Dear all,
For the additive group Z of all integers, its subgroups other than {0}
have the form nZ and a coset of nZ is just a residue class a+nZ. If
n=p_1...p_r where p_1,...,p_r are (not necessarily distinct) are
primes, then we define
f(n)=(p_1-1)+...+(p_r-1).
The function f is called the Mycielski function.
I have the following conjecture.
CONJECTURE. Let a_1G_1,...,a_kG_k be finitely many left cosets in a
group G. Suppose that {a_sG_s}_{s=1}^k covers each element of G at
least m>0 times but {a_sG_s}_{s not=t} does not. Then k is at least
m+f([G:G_t]) and hence [G:G_t] is at most 2^{k-m}. (It is known that
[G:G_t] must be finite.)
In my paper with G. Lettl ["On covers of abelian groups by cosets",
Acta Arith. 131(2008), no. 4, 341-350] we proved that the conjecture
holds when G is abelian.
In my paper "Exact m-covers of groups by cosets" [European
J. Combin. 22(2001), no.3, 415-429] I extended a result of Berger,
Felzenbaum and Fraenkel by showing that if {a_sG_s}_{s=1}^k covers
each element of G exactly m times and G/(G_t)_G is solvable then k is
at least m+f([G:G_t]). The reader may also consult my paper "Finite
covers of groups by coesets or subgroups"

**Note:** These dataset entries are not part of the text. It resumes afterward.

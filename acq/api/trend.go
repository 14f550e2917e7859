package api

import (
	"fmt"
	"math"
	"net/http"
	"net/url"
	"strconv"

	"hystd/acq/grade"
	"hystd/acq/record"
)

// trendFilter narrows a trend to like loops and judges its points.
//
//	kind=loop            loop kind
//	amplitude=1000       loop amplitude (in the loop's own unit), within tol
//	tol=0.05             relative tolerance of amplitude (default 0.05)
//	recipe=NAME, fixture=NAME
//	lo=…, hi=…           limits for the figure (SI unit, as stored): each point
//	                     is judged with its U under rule (default guarded-U)
//	rule=guarded-U|simple
//
// Without lo/hi, a point carries the verdict stored with its loop for that
// figure (from the specimen's grade), if any.
type trendFilter struct {
	kind, recipe, fixture string
	amp, tol              float64 // NaN amp: any
	lo, hi                float64 // NaN: none
	rule                  string
	given                 bool // lo or hi given
	judge                 bool // tol given: the caller asks for the filtered, judged form
}

func parseTrendFilter(q url.Values) (trendFilter, error) {
	f := trendFilter{kind: q.Get("kind"), recipe: q.Get("recipe"), fixture: q.Get("fixture"),
		amp: math.NaN(), tol: grade.DefaultTolerance, lo: math.NaN(), hi: math.NaN(), rule: q.Get("rule")}
	for k := range q {
		switch k {
		case "specimen", "figure", "since", "kind", "recipe", "fixture", "amplitude", "tol", "lo", "hi", "rule":
		default:
			return f, fmt.Errorf("unknown query parameter %q (known: specimen, figure, since, kind, amplitude, tol, recipe, fixture, lo, hi, rule)", k)
		}
	}
	for _, p := range []struct {
		key string
		dst *float64
	}{{"amplitude", &f.amp}, {"tol", &f.tol}, {"lo", &f.lo}, {"hi", &f.hi}} {
		if v := q.Get(p.key); v != "" {
			x, err := strconv.ParseFloat(v, 64)
			if err != nil || math.IsNaN(x) || math.IsInf(x, 0) {
				return f, fmt.Errorf("%s: %q is not a finite number", p.key, v)
			}
			*p.dst = x
		}
	}
	if !(f.tol >= 0 && f.tol < 1) {
		return f, fmt.Errorf("tol: %g: want a fraction in [0, 1), e.g. 0.05", f.tol)
	}
	if !math.IsNaN(f.lo) && !math.IsNaN(f.hi) && f.lo > f.hi {
		return f, fmt.Errorf("lo %g is above hi %g", f.lo, f.hi)
	}
	switch f.rule {
	case "":
		f.rule = grade.RuleGuarded
	case grade.RuleGuarded, grade.RuleSimple:
	default:
		return f, fmt.Errorf("rule: %q: want %s or %s", f.rule, grade.RuleGuarded, grade.RuleSimple)
	}
	f.given = !math.IsNaN(f.lo) || !math.IsNaN(f.hi)
	f.judge = q.Has("tol") || q.Has("rule")
	return f, nil
}

// active reports whether the filter asks for anything beyond the plain trend.
func (f trendFilter) active() bool {
	return f.kind != "" || f.recipe != "" || f.fixture != "" || !math.IsNaN(f.amp) || f.given || f.judge
}

func (s *server) filteredTrend(w http.ResponseWriter, r *http.Request, spec, fig string, f trendFilter, pts []record.TrendPoint) {
	runs := map[string]record.Run{}
	loops := map[string][]record.Loop{}
	out := []trendJSON{}
	// Limits of the grade, from the verdicts stored with the points' loops:
	// drawn when no limits are given and all those verdicts agree on them.
	var gradeLim *record.Verdict
	gradeSame := true
	for _, p := range pts {
		run, ok := runs[p.RunID]
		if !ok {
			var err error
			if run, err = s.o.Reader.Run(r.Context(), p.RunID); err != nil {
				s.fail(w, r, err)
				return
			}
			runs[p.RunID] = run
			if loops[p.RunID], err = s.o.Reader.Loops(r.Context(), p.RunID); err != nil {
				s.fail(w, r, err)
				return
			}
		}
		var l *record.Loop
		for i := range loops[p.RunID] {
			if loops[p.RunID][i].N == p.Loop {
				l = &loops[p.RunID][i]
			}
		}
		if l == nil {
			continue
		}
		if (f.kind != "" && l.Kind != f.kind) || (f.recipe != "" && run.Recipe != f.recipe) || (f.fixture != "" && run.Fixture != f.fixture) ||
			(!math.IsNaN(f.amp) && !(math.Abs(l.Amplitude-f.amp) <= f.tol*math.Abs(f.amp))) {
			continue
		}
		amp := num(l.Amplitude)
		tp := trendJSON{RunID: p.RunID, Loop: p.Loop, At: stamp(p.At), Value: num(p.Value), U: num(p.U),
			Kind: l.Kind, Amplitude: &amp, AmpUnit: l.AmpUnit, Recipe: run.Recipe, Fixture: run.Fixture}
		if f.given {
			o, _ := grade.Decide(f.rule, p.Value, p.U, f.lo, f.hi)
			tp.Verdict = string(o)
		} else {
			for _, v := range l.Verdicts {
				if v.Figure == fig {
					tp.Verdict = string(v.Outcome)
					if gradeLim == nil {
						vv := v
						gradeLim = &vv
					} else if !sameNum(gradeLim.Min, v.Min) || !sameNum(gradeLim.Max, v.Max) || gradeLim.Rule != v.Rule || gradeLim.Grade != v.Grade {
						gradeSame = false
					}
				}
			}
		}
		out = append(out, tp)
	}
	resp := map[string]any{"specimen": spec, "figure": fig, "points": out}
	switch {
	case f.given:
		resp["limits"] = map[string]any{"lo": num(f.lo), "hi": num(f.hi), "rule": f.rule, "source": "given"}
	case gradeLim != nil && gradeSame:
		resp["limits"] = map[string]any{"lo": num(gradeLim.Min), "hi": num(gradeLim.Max), "rule": gradeLim.Rule, "source": "grade " + gradeLim.Grade}
	}
	writeJSON(w, http.StatusOK, resp)
}

func sameNum(a, b float64) bool { return a == b || (math.IsNaN(a) && math.IsNaN(b)) }
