package api

import (
	"context"
	"fmt"
	"math"
	"sync"
	"sync/atomic"
	"testing"
	"time"

	"hystd/acq/live"
	"hystd/acq/recipe"
	"hystd/acq/record"
	"hystd/acq/store/memstore"
	"hystd/calib/units"
)

// testStore is the store of the API tests: a memstore (the one in-memory
// store, held to the shared suite acq/store/storetest) with one test hook,
// a panic injected into Runs to show that a handler's panic becomes a 500.
type testStore struct {
	*memstore.Store
	explode atomic.Bool
}

func newTestStore() *testStore { return &testStore{Store: memstore.New(nil)} }

// Runs panics once explode is set; otherwise it is memstore's.
func (s *testStore) Runs(ctx context.Context, f record.RunFilter) ([]record.Run, error) {
	if s.explode.Load() {
		panic("store exploded")
	}
	return s.Store.Runs(ctx, f)
}

// put stores a run with its loops as the engine does (CreateRun, AddLoop)
// and fails the test if the store refuses them.
func put(t testing.TB, w record.Writer, r record.Run, loops ...record.Loop) {
	t.Helper()
	ctx := context.Background()
	if err := w.CreateRun(ctx, r); err != nil {
		t.Fatal(err)
	}
	for _, l := range loops {
		if err := w.AddLoop(ctx, l); err != nil {
			t.Fatal(err)
		}
	}
}

// addEvents stores events and fails the test if the store refuses one.
func addEvents(t testing.TB, w record.Writer, evs ...record.Event) {
	t.Helper()
	for _, e := range evs {
		if err := w.AddEvent(context.Background(), e); err != nil {
			t.Fatal(err)
		}
	}
}

// tanhLoop is an analytic major loop B = Bs·tanh((H ∓ Hc)/a) + μ0·H, 2n+1
// points, with its figures computed in closed form (Br = Bs·tanh(Hc/a) on
// the falling branch at H = 0; HcB ≈ Hc, neglecting μ0·H). Test input only.
func tanhLoop(id string, n int, hmax, hc, a, bs float64) record.Loop {
	l := record.Loop{RunID: id, N: 1, Kind: "loop", Amplitude: hmax, AmpUnit: "A/m"}
	add := func(h float64, br int) {
		shift := hc
		if br < 0 {
			shift = -hc
		}
		b := bs*math.Tanh((h-shift)/a) + units.Mu0*h
		l.Points = append(l.Points, record.Point{T: time.Duration(len(l.Points)) * 10 * time.Millisecond, H: h, B: b, J: b - units.Mu0*h, Branch: br})
		l.Raw = append(l.Raw, record.Sample{T: time.Duration(len(l.Raw)) * 10 * time.Millisecond, Phase: record.Sweep,
			I: h / 1000, Psi: b * 5e-3, BProbe: math.NaN(), TempC: 23})
	}
	for i := 0; i <= n; i++ {
		add(hmax-2*hmax*float64(i)/float64(n), -1)
	}
	for i := 1; i <= n; i++ {
		add(-hmax+2*hmax*float64(i)/float64(n), +1)
	}
	l.Figures = []record.Figure{
		{Name: "Br", Value: bs * math.Tanh(hc/a), U: 0.004, Unit: "T", Note: "mean of both branches"},
		{Name: "HcB", Value: hc, U: 3, Unit: "A/m"},
		{Name: "mu_a", Value: 0, U: math.NaN(), Unit: "1", Note: "not evaluated"},
	}
	l.Corrections = []record.Correction{{Name: "closure", Size: 0.0021, Unit: "T"}, {Name: "centering", Size: -0.003, Unit: "T"}}
	return l
}

// fakeRunner validates recipes with the real recipe parser, stores a
// submitted run as queued and ends it as aborted on request, in the store
// and on the hub, at the times of its injected clock (no test sleeps).
type fakeRunner struct {
	mu      sync.Mutex
	store   *testStore
	hub     *live.Hub
	now     func() time.Time
	calls   int
	seq     int
	aborted map[string]bool
	users   []string // UserFrom of each Submit and Abort call's context
}

func (f *fakeRunner) Submit(ctx context.Context, fixture string, data []byte) (string, error) {
	f.mu.Lock()
	f.calls++
	if u, ok := UserFrom(ctx); ok {
		f.users = append(f.users, "submit "+u.Name)
	}
	f.mu.Unlock()
	r, err := recipe.Parse("submitted recipe", data)
	if err != nil {
		return "", err
	}
	if fixture != "" && fixture != "ring-bench" {
		return "", fmt.Errorf("fixture %q: %w", fixture, ErrInvalid)
	}
	f.mu.Lock()
	f.seq++
	id := fmt.Sprintf("RUN-%03d", f.seq)
	f.mu.Unlock()
	at := f.now()
	if err := f.store.CreateRun(ctx, record.Run{ID: id, Recipe: r.Name, Fixture: "ring-bench", Specimen: "R-17", Material: "FeSi3", State: record.Queued, Queued: at}); err != nil {
		return "", err
	}
	f.hub.Publish(live.Event{Kind: live.KindState, RunID: id, State: record.Queued, At: at})
	return id, nil
}

func (f *fakeRunner) Abort(ctx context.Context, id string) error {
	f.mu.Lock()
	f.calls++
	if u, ok := UserFrom(ctx); ok {
		f.users = append(f.users, "abort "+u.Name)
	}
	f.mu.Unlock()
	r, err := f.store.Run(ctx, id)
	if err != nil {
		return err
	}
	if r.State.Ended() {
		return fmt.Errorf("run %s already %s: %w", id, r.State, ErrConflict)
	}
	f.mu.Lock()
	if f.aborted == nil {
		f.aborted = map[string]bool{}
	}
	f.aborted[id] = true
	f.mu.Unlock()
	at := f.now()
	if err := f.store.SetState(ctx, id, record.Aborted, "aborted on request", at); err != nil {
		return err
	}
	f.hub.Publish(live.Event{Kind: live.KindState, RunID: id, State: record.Aborted, Reason: "aborted on request", At: at})
	return nil
}

func (f *fakeRunner) callCount() int {
	f.mu.Lock()
	defer f.mu.Unlock()
	return f.calls
}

[Internat. J. Math. 17(2006), no.9, 1047-1064] for other related
results. These papers and my related talks are available from my
homepage
http://math.nju.edu.cn/~zwsunIt seems that my above conjecture is very challenging and its proof
might involve the representation theory of finte groups.
Best wishes
Zhi-Wei Sun (Nanjing University, P. R. China)